I don't know if she ever went back and got the Hartz type crap for $5 after I left but seriously, why do people think that is so expensive??? When your dog has an adverse reaction and cost $100+ to vet or worse, DIES...Was that $5 really worth your dogs life?

People really kill me with how cheap they can be. ANY flea/tick product is bad but when you have a whole website dedicated to dogs and cats becoming sick and dying because of x product, WHY would you even consider it???

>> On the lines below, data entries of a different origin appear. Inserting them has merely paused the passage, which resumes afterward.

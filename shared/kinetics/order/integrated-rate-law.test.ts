import { describe, expect, it } from 'vitest';
import { initialRateLawAt, prepareRateLaw, rateLawAt, rateLawValue } from './integrated-rate-law.ts';

// Closed forms of the integrated laws: OpenStax Chemistry 2e §12.4 "Integrated Rate Laws"; the n-th-order
// law (Atkins; Laidler, from memory) checked by derivation. Convention −dC/dt = k·Cⁿ.
const closedForm = {
  zero: (c0: number, k: number, t: number) => Math.max(0, c0 - k * t),
  first: (c0: number, k: number, t: number) => c0 * Math.exp(-k * t),
  second: (c0: number, k: number, t: number) => c0 / (1 + k * c0 * t),
  general: (c0: number, k: number, n: number, t: number) =>
    (c0 ** (1 - n) + (n - 1) * k * t) ** (1 / (1 - n)),
};

describe('rateLawValue against the closed forms of integrated rate laws, OpenStax Chemistry 2e §12.4', () => {
  it('orders 0, 1, 2 (fast paths) and the general law at n = 0, 2, 0.5, 1.5, 2.7 agree to 1e-12', () => {
    for (const t of [0, 0.5, 3, 10]) {
      expect(rateLawValue(0, 100, 4, 0, t, null)).toBeCloseTo(closedForm.zero(100, 4, t), 12);
      expect(rateLawValue(1, 100, 0.1, 1, t, null)).toBeCloseTo(closedForm.first(100, 0.1, t), 12);
      expect(rateLawValue(2, 100, 0.001, 2, t, null)).toBeCloseTo(closedForm.second(100, 0.001, t), 12);
      expect(rateLawValue('n', 100, 4, 0, t, null) / closedForm.zero(100, 4, t)).toBeCloseTo(1, 12);
      expect(rateLawValue('n', 100, 0.001, 2, t, null) / closedForm.second(100, 0.001, t)).toBeCloseTo(1, 12);
      for (const n of [0.5, 1.5, 2.7]) {
        const k = 0.01;
        expect(rateLawValue('n', 100, k, n, t, null) / closedForm.general(100, k, n, t)).toBeCloseTo(1, 12);
      }
    }
  });

  it('the general law tends to first order as n → 1 without losing digits (L’Hôpital limit, integrated rate laws, OpenStax Chemistry 2e §12.4)', () => {
    for (const n of [1, 1 + 1e-9, 1 - 1e-9, 1 + 1e-6]) {
      const value = rateLawValue('n', 100, 0.1, n, 10, null);
      expect(Math.abs(value / closedForm.first(100, 0.1, 10) - 1)).toBeLessThan(Math.abs(n - 1) * 10 + 1e-14);
    }
  });

  it('zero order reaches 0 at t = C0/k and stays there; order 0.5 likewise at C0^(1−n)/((1−n)k) (Peleg, integrated rate laws, OpenStax Chemistry 2e §12.4)', () => {
    expect(rateLawValue(0, 100, 10, 0, 10, null)).toBe(0);
    expect(rateLawValue(0, 100, 10, 0, 25, null)).toBe(0);
    const end = 100 ** 0.5 / (0.5 * 1);
    expect(rateLawValue('n', 100, 1, 0.5, end * 0.999, null)).toBeGreaterThan(0);
    expect(rateLawValue('n', 100, 1, 0.5, end * 1.001, null)).toBe(0);
  });

  it('a rising second-order curve past its singularity is infeasible (NaN), never a number', () => {
    expect(Number.isNaN(rateLawValue(2, 100, -0.001, 2, 20, null))).toBe(true);
    expect(Number.isNaN(rateLawValue('n', 100, -0.001, 2, 20, null))).toBe(true);
    expect(Number.isNaN(rateLawValue('n', -1, 0.001, 1.5, 1, null))).toBe(true);
  });
});

describe('analytic derivatives against central differences (common practice)', () => {
  const numeric = (f: (h: number) => number, h: number) => (f(h) - f(-h)) / (2 * h);
  it('∂C/∂C0, ∂C/∂k and ∂C/∂n of every law, including n near 1', () => {
    const gradient = new Float64Array(3);
    for (const [model, n] of [
      [0, 0],
      [1, 1],
      [2, 2],
      ['n', 0.4],
      ['n', 1],
      ['n', 1 + 1e-7],
      ['n', 2.3],
    ] as const) {
      const c0 = 80;
      const k =
        model === 2 || (model === 'n' && n > 1.5)
          ? 0.002
          : model === 0 || (model === 'n' && n < 0.5)
            ? 2
            : 0.05;
      const t = 7;
      const value = rateLawAt(prepareRateLaw(model, c0, k, n), t, gradient);
      expect(value).toBeGreaterThan(0);
      const at = (a: number, b: number, c: number) => rateLawValue(model, a, b, c, t, null);
      const d0 = numeric((h) => at(c0 + h, k, n), 1e-5 * c0);
      const d1 = numeric((h) => at(c0, k + h, n), 1e-5 * k);
      expect(gradient[0]! / d0).toBeCloseTo(1, 6);
      expect(gradient[1]! / d1).toBeCloseTo(1, 6);
      if (model === 'n') {
        const d2 = numeric((h) => at(c0, k, n + h), 1e-5);
        expect(gradient[2]! / d2).toBeCloseTo(1, 5);
      }
    }
  });

  it('the initial-rate form equals the (C0, k, n) form with r0 = k·C0ⁿ, and its derivatives match differences', () => {
    const gradient = new Float64Array(3);
    for (const n of [0, 0.6, 1, 1.4, 2]) {
      const c0 = 50;
      const k = 0.01 * c0 ** (1 - n);
      const r0 = k * c0 ** n;
      const t = 12;
      const value = initialRateLawAt(c0, r0, n, t, gradient);
      expect(value / rateLawValue('n', c0, k, n, t, null)).toBeCloseTo(1, 12);
      const at = (a: number, b: number, c: number) => initialRateLawAt(a, b, c, t, null);
      expect(gradient[0]! / numeric((h) => at(c0 + h, r0, n), 1e-5 * c0)).toBeCloseTo(1, 6);
      expect(gradient[1]! / numeric((h) => at(c0, r0 + h, n), 1e-5 * r0)).toBeCloseTo(1, 6);
      expect(gradient[2]! / numeric((h) => at(c0, r0, n + h), 1e-5)).toBeCloseTo(1, 5);
    }
  });
});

I didn't comment on the Kibbles N' Bits and Friskies she had in her cart at least...


----------



## doggiedad

wallets come in all sizes. some hold more some hold less.
what size is yours?


----------



## Gharrissc

I personally don't like Frontline or Hartz because neither one of them works for me.


----------



## llombardo

I originally had found one that was reasonably priced at Petsmart...I came home, read the reviews and went back and got the frontline. I'm able to use it every 3 months instead of every month for fleas. Ticks are not an issue where I'm at and if I go somewhere that it is, I can always give mine a monthly dose for the protection against ticks.


----------



## Madjukes

Lol, the kibbles n bits 

Also, sometimes you can find great deals on amazon for Frontline Plus-- I just bought a 6 month supply for $40!


----------



## Emoore

Just received this from my groomer; she's trying to get the word out:


----------



## ChancetheGSD

doggiedad said:


> wallets come in all sizes. some hold more some hold less.
> what size is yours?


My wallet is pretty empty quite frankly. But when my dog started having seizures and foaming at the mouth after using a cheap-o brand of flea and tick product that I paid a whole $5-$6ish for, it came out to roughly $120 at the vet. (And I can tell you MY vet is quite a bit nicer and cheaper than most) Could have saved around $80 had I just gone with a tried and true brand.  Heck, a good ol flea comb and soapy water bowl is better than using Hartz if you're truly THAT broke.


----------



## ChancetheGSD

Madjukes said:


> Lol, the kibbles n bits
> 
> Also, sometimes you can find great deals on amazon for Frontline Plus-- I just bought a 6 month supply for $40!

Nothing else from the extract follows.